Voilà.
Vous êtes donc assis sur le bord de votre lit en fer dans votre cellule aux
murs blancs. On vous a revêtu de la tenue orange des prisonniers. Mais
vous n'êtes pas le quartier des prisonniers ordinaires, vous êtes dans le couloir des condamnés à mort.
La sentence a été prononcée à votre égard et vous entendez encore le
maillet du juge s'abattant sur son socle comme un coup de tonnerre.
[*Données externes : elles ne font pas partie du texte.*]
package server

import (
	"net/http"
	"net/url"
	"strings"
	"testing"

	"tripwell/forms"
	"tripwell/store"
)

// A manager adds checks of three types to a form. What cannot be meant comes back with what was typed; what can is
// previewed, accepted, asked on the phone, judged, and shown under its own name wherever the entry is.
func TestFormsEdit_ChecksOfOnesOwn(t *testing.T) {
	r := newRig(t, 1)
	b := r.signIn(r.manager)
	const path = "/forms/gfci-receptacle/instrument/edit"
	add := func(pairs ...string) {
		t.Helper()
		res := r.submit(b, path, setAll(r.openForm(b, path), append([]string{"reason", "House rules"}, pairs...)...).Encode())
		if res.status != http.StatusOK || !strings.Contains(res.body, `action="/revisions"`) {
			t.Fatalf("got %d, want a preview: %s", res.status, messagesOf(res.body))
		}
		checkPage(t, []byte(res.body), "normal")
		r.wantTo(b, "/revisions", fieldsOf(t, res.body))
	}
	nonsense := func(field string, pairs ...string) {
		t.Helper()
		r.wantBack(b, path, setAll(r.openForm(b, path), append([]string{"reason", "House rules"}, pairs...)...), field)
	}
	nonsense("reason", "reason", "", "check.name", "Cover plate whole?")
	nonsense("check.options", "check.name", "Colour of the wall", "check.type", "choice", "check.options", "white")
	nonsense("check.min", "check.name", "Torque of the screws", "check.type", "number", "check.min", "1,234")
	// Least above most is found by the rules' own check, over the form, with everything typed still there.
	upside := setAll(r.openForm(b, path), "reason", "House rules", "check.name", "Torque of the screws", "check.type", "number", "check.min", "3", "check.max", "1")
	if res := r.submit(b, path, upside.Encode()); res.status != http.StatusUnprocessableEntity || !strings.Contains(res.body, "Torque of the screws") || !strings.Contains(res.body, "above the most") {
		t.Errorf("least above most: got %d %s", res.status, messagesOf(res.body))
	}
	add("check.name", "Torque of the screws", "check.type", "number", "check.min", "1.2", "check.max", "1.8", "check.need", "required", "check.level", forms.Must, "check.text", "Tighten the screws.")
	add("check.name", "Cover plate whole?", "check.type", "yes-no", "check.need", "optional")
	add("check.name", "Colour of the wall", "check.type", "choice", "check.options", "white, grey", "check.need", "expected")
	page := r.open(b, "/forms/gfci-receptacle/instrument").body
	for _, name := range []string{"Torque of the screws", "Cover plate whole?", "Colour of the wall", "white"} {
		if !strings.Contains(page, name) {
			t.Errorf("the form's page lacks %q", name)
		}
	}
	h := r.enrol(r.manager)
	snapshot := r.do(h.client, h.request(http.MethodGet, "/exchange/snapshot?log="+url.QueryEscape(r.site), nil)).body
	if !strings.Contains(snapshot, "Torque of the screws") || !strings.Contains(snapshot, "check-nu-1") {
		t.Error("the phone's copy lacks the check, or its limit")
	}
	e := h.entry(r.devices[0], 5)
	body := entryBody(5)
	body["given"].(set)["form_rev"] = 4
	body["readings"].(set)["own_number_1"] = set{"typed": "2.5", "unit": "", "value": 2.5}
	body["readings"].(set)["own_yes_no_1"] = set{"value": "no"}
	e.Body = body
	if res := h.send("/exchange/push", pushBody(t, e.bytes(t))); res.status != http.StatusOK || !strings.Contains(res.body, `"stored"`) {
		t.Fatal(res.status, res.body)
	}
	shown := r.open(b, "/entries/"+e.ID).body
	for _, want := range []string{"Torque of the screws", "Tighten the screws.", "Cover plate whole?", "1.2 to 1.8"} {
		if !strings.Contains(shown, want) {
			t.Errorf("the entry's page lacks %q", want)
		}
	}
	if _, readings, ok := strings.Cut(shown, `class="readings"`); !ok || strings.Contains(readings, "Own check 1") {
		t.Error("the entry's page names a check by its number")
	}
	ownNamesEverywhere(t, r, b, e.ID)
	must(t, r.store.View(store.Scope{All: true}, func(v *store.View) error {
		made, err := v.Entry(e.ID)
		if err == nil && made.Verdict.Result != forms.Fail {
			t.Errorf("2.5 against 1.2 to 1.8: %s", made.Verdict.Result)
		}
		return err
	}))
}

// ownNamesEverywhere looks wherever a failed check of the organisation's own is told of.
func ownNamesEverywhere(t *testing.T, r *rig, b *http.Client, entry string) {
	t.Helper()
	var defect string
	must(t, r.store.View(store.Scope{All: true}, func(v *store.View) error {
		list, err := v.Defects(store.DefectAsk{})
		for _, d := range list {
			if forms.IsOwn(d.Cause) {
				defect = d.ID
			}
		}
		return err
	}))
	if defect == "" {
		t.Fatal("2.5 against 1.2 to 1.8 began no defect")
	}
	for _, path := range []string{"/defects", "/defects/" + defect, "/devices/" + r.devices[0], "/entries/" + entry + "/correct", "/limits/us-class-a", "/limits/us-class-a/edit", "/", "/table?sheet=readings&as=csv", "/table?sheet=limits&as=csv"} {
		page := r.open(b, path)
		if page.status != http.StatusOK || !strings.Contains(page.body, "Torque of the screws") {
			t.Errorf("%s: %d, lacks the check's name", path, page.status)
		}
		if strings.Contains(page.body, "Own check") {
			t.Errorf("%s names a check by its number", path)
		}
	}
	correct := "/entries/" + entry + "/correct"
	form := r.open(b, correct).body
	for _, answer := range []string{`value="white"`, `value="grey"`} {
		if !strings.Contains(form, answer) {
			t.Errorf("a correction offers no %s for a choice of the organisation's own", answer)
		}
	}
	r.wantTo(b, correct, setAll(r.openForm(b, correct), "reason", "Read again", "reading.own_choice_1", "grey"))
	if shown := r.open(b, "/entries/"+entry).body; !strings.Contains(shown, "Colour of the wall") || !strings.Contains(shown, "grey") {
		t.Error("the corrected choice of the organisation's own is not shown under its name")
	}
}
Vous entendez encore la sentence résonner dans votre esprit : "
condamné à mort ".
Peu importe le crime que vous ayez commis, cela n'a
plus aucune importance désormais.
On a décidé pour vous qu'il vous
fallait mourir, qu'il fallait quitter cette Terre. Se résoudre à partir
un jour, tous les hommes le sont, puisqu'ils sont tous mortels mais il
s'agit là d'une fin programmée, décidée. Vous attendez dans le couloir
avec d'autres condamnés comme vous.
Le célèbre Couloir de la Mort.
Il
n'y a même pas un bruit, c'est le silence le plus total. Les gardiens
vous ont retiré votre montre et dans la cellule il y a même pas une
horloge. Il n'y a pas non plus de fenêtre dans votre cellule, juste une
ampoule blafarde qui éclaire en permanence l'endroit où vous vous
trouvez.
L'endroit a été pensé de façon à ce que le détenu n'utilise
pas son environnement pour mettre fin à ses jours. Non ils veulent vous
envoyer dans l'au delà et pas que ce soit vous qui le fassiez, ils
veulent accomplir la sentence comme on accomplirait une démarche
administrative. Car c'est là qu'est la vérité, vous n'êtes plus un
homme dès cet instant, vous êtes une formalité administrative, une
sentence à accomplir.
Vous appartenez désormais à l'Administration.
Il y a des pas qui résonnent dans le couloir.
Vous sentez votre estomac
se contracter, vous déglutissez avec peine. Vous avez beau vous faire à
l'idée de la Mort mais personne n'est prêt à mourir. Vous entendez un
cliquetis de clefs farfouiller dans la porte de la cellule.
Cette fois
... La porte s'ouvre, le gardien entre dans votre cellule. Il ne dit
rien d'autre qu'un "
C'est l'heure" d'une voix monotone et froide.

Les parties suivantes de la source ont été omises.